Other features that are needed are collaboration features, such as sharing projects, notebooks, and files not just with other users but also with external collaborators. Version control is another important feature that is likely to be needed. The current data model does not include versioning, which is crucial for reproducibility. Implementing version control will require changes to the data model and the backend API, as well as the frontend to support viewing and restoring previous versions of projects and notebooks.

Conclusion

The Datadive platform, though still in its early stages, establishes a foundational framework for developing a comprehensive data analysis tool. The project has made key architectural choices, such as leveraging Jupyter components and implementing a scalable infrastructure with JupyterHub and Kubernetes, which provide a solid basis for further development. While not all planned features could be implemented due to time constraints, the platform’s modular design and organized codebase support ongoing enhancements. The outlined steps for implementing core functionalities, including user authentication, project management, and notebook execution, are crucial for advancing the platform. Future work will focus on addressing data management challenges and exploring additional features to assist users in data analysis.

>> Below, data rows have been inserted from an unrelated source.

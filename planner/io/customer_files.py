"""Write checked customers as CSV and GeoPackage; reading the list stands here as well."""

import csv
import io
import math
from collections.abc import Iterator, Sequence
from contextlib import contextmanager
from datetime import date
from pathlib import Path

import geopandas
import pyogrio
import shapely
from pyogrio.errors import DataLayerError, DataSourceError, FeatureError, FieldError, GeometryError

from planner.customers.answer import CustomerAnswer
from planner.errors import OutputError
from planner.io.atomic import replaced
from planner.io.customer_columns import COLUMNS, carried_names, distinct_names, spreadsheet_text
from planner.io.customer_list import CustomerList, read_customer_list, read_customers

__all__ = [
    "CustomerList",
    "read_customer_list",
    "read_customers",
    "write_customers_csv",
    "write_customers_gpkg",
]

LAYER = "customers"
_DATE_OPTION = "OGR_CURRENT_DATE"  # GDAL stamps a layer with it instead of the clock
_OWN_GPKG_COLUMNS = ("fid", "geom")  # names that a GeoPackage layer uses itself


def write_customers_csv(path: Path, answers: Sequence[CustomerAnswer]) -> None:
    """One line per answer, in order, after a header. UTF-8, commas, line ends as in RFC 4180.

    Numbers have fixed decimals and are empty where they were not computed. Text that a spreadsheet
    would take for a formula has an apostrophe before it. Columns of the list that are not ours
    follow at the end as they were. Raises OutputError.
    """
    names = carried_names(answers)
    own = [column.name for column in COLUMNS]
    text = io.StringIO(newline="")
    writer = csv.writer(text)
    writer.writerow([*own, *(spreadsheet_text(name) for name in distinct_names(names, own))])
    for answer in answers:
        extra = dict(answer.customer.extra)
        writer.writerow(
            [
                *(column.cell(answer) for column in COLUMNS),
                *(spreadsheet_text(extra.get(name, "")) for name in names),
            ]
        )
    with replaced(Path(path)) as target:
        target.write_bytes(text.getvalue().encode("utf-8"))


def write_customers_gpkg(path: Path, answers: Sequence[CustomerAnswer], day: date) -> None:
    """One point per answer, in order, in the layer "customers", WGS 84 (EPSG:4326).

    The columns of the CSV with numbers as numbers (NULL where not computed) and text as it is. A
    customer without a usable place has an empty geometry. ``day`` is the time stamp in the file, so
    that the same answers give the same bytes. Raises OutputError.
    """
    names = carried_names(answers)
    own = [column.name for column in COLUMNS]
    values: dict[str, list[str] | list[float]] = {}
    for column in COLUMNS:
        if column.decimals is None:
            values[column.name] = [str(column.value(answer)) for answer in answers]
        else:
            values[column.name] = [column.number(answer) for answer in answers]
    extras = [dict(answer.customer.extra) for answer in answers]
    for name, distinct in zip(
        names, distinct_names(names, [*own, *_OWN_GPKG_COLUMNS]), strict=True
    ):
        values[distinct] = [extra.get(name, "") for extra in extras]
    places = [_point(answer) for answer in answers]
    table = geopandas.GeoDataFrame(values, geometry=places, crs="EPSG:4326")
    path = Path(path)
    with replaced(path) as target, _stamped(day):
        try:
            pyogrio.write_dataframe(
                table, target, driver="GPKG", layer=LAYER, geometry_type="Point"
            )
        except (DataSourceError, DataLayerError, FeatureError, FieldError, GeometryError) as error:
            raise OutputError(f"{path}: could not be written: {error}") from error


def _point(answer: CustomerAnswer) -> shapely.Point:
    customer = answer.customer
    if math.isfinite(customer.latitude) and math.isfinite(customer.longitude):
        return shapely.Point(customer.longitude, customer.latitude)
    return shapely.Point()


@contextmanager
def _stamped(day: date) -> Iterator[None]:
    """Let GDAL take ``day`` for the present time."""
    before = pyogrio.get_gdal_config_option(_DATE_OPTION)
    pyogrio.set_gdal_config_options({_DATE_OPTION: f"{day.isoformat()}T00:00:00.000Z"})
    try:
        yield
    finally:
        pyogrio.set_gdal_config_options({_DATE_OPTION: before})
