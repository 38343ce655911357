"""Invented rolling terrain of any size, from a fixed seed, written as a GeoTIFF.

Spectral synthesis: random phases under an amplitude that falls with wave number as k^-1.6
(amplitude, so power k^-3.2, near the slope measured on many real landscapes, common practice, no
source), which makes hills and valleys of all sizes; relief is scaled to a standard deviation of
90 m, and the mast's place is the grid's centre.
"""

import sys
from pathlib import Path

import numpy as np
import rasterio
from numpy.typing import NDArray
from rasterio.crs import CRS
from rasterio.transform import from_origin

CELL_M = 10.0
EPSG = 32710


def rolling_ground(cells: int, seed: int = 20, deviation_m: float = 90.0) -> NDArray[np.float32]:
    """(cells, cells) heights [m], the same for the same arguments."""
    rng = np.random.default_rng(seed)
    noise = rng.standard_normal((cells, cells), dtype=np.float32)
    spectrum = np.fft.rfft2(noise)
    del noise
    ky = np.fft.fftfreq(cells)[:, np.newaxis]
    kx = np.fft.rfftfreq(cells)[np.newaxis, :]
    k = np.hypot(kx, ky) * cells
    k[0, 0] = 1.0
    spectrum *= (k**2 + 9.0) ** -0.8
    spectrum[0, 0] = 0.0
    ground = np.fft.irfft2(spectrum, s=(cells, cells))
    ground *= deviation_m / ground.std()
    ground += 600.0
    return ground.astype(np.float32)


def write_rolling_terrain(path: Path, cells: int) -> None:
    """The terrain as a tiled GeoTIFF without compression, so that reading it costs little."""
    with rasterio.open(
        path,
        "w",
        driver="GTiff",
        width=cells,
        height=cells,
        count=1,
        dtype="float32",
        crs=CRS.from_epsg(EPSG),
        transform=from_origin(470_000.0, 4_930_000.0, CELL_M, CELL_M),
        tiled=True,
    ) as raster:
        raster.write(rolling_ground(cells), 1)


if __name__ == "__main__":
    write_rolling_terrain(Path(sys.argv[1]), int(sys.argv[2]))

Despite current limitations, this thesis lays the groundwork for future development efforts aimed at creating a functional research tool.

Footnotes

  1. Amazon S3 (Simple Storage Service) is a scalable object storage service offered by Amazon Web Services (AWS) designed for storing and retrieving any amount of data from anywhere on the web. It provides features such as durability, availability, and security for data storage, making it suitable for various applications including data backup, archiving, content distribution, and big data analytics. S3 organizes data into buckets, with each object identified by a unique key, enabling efficient data management and access.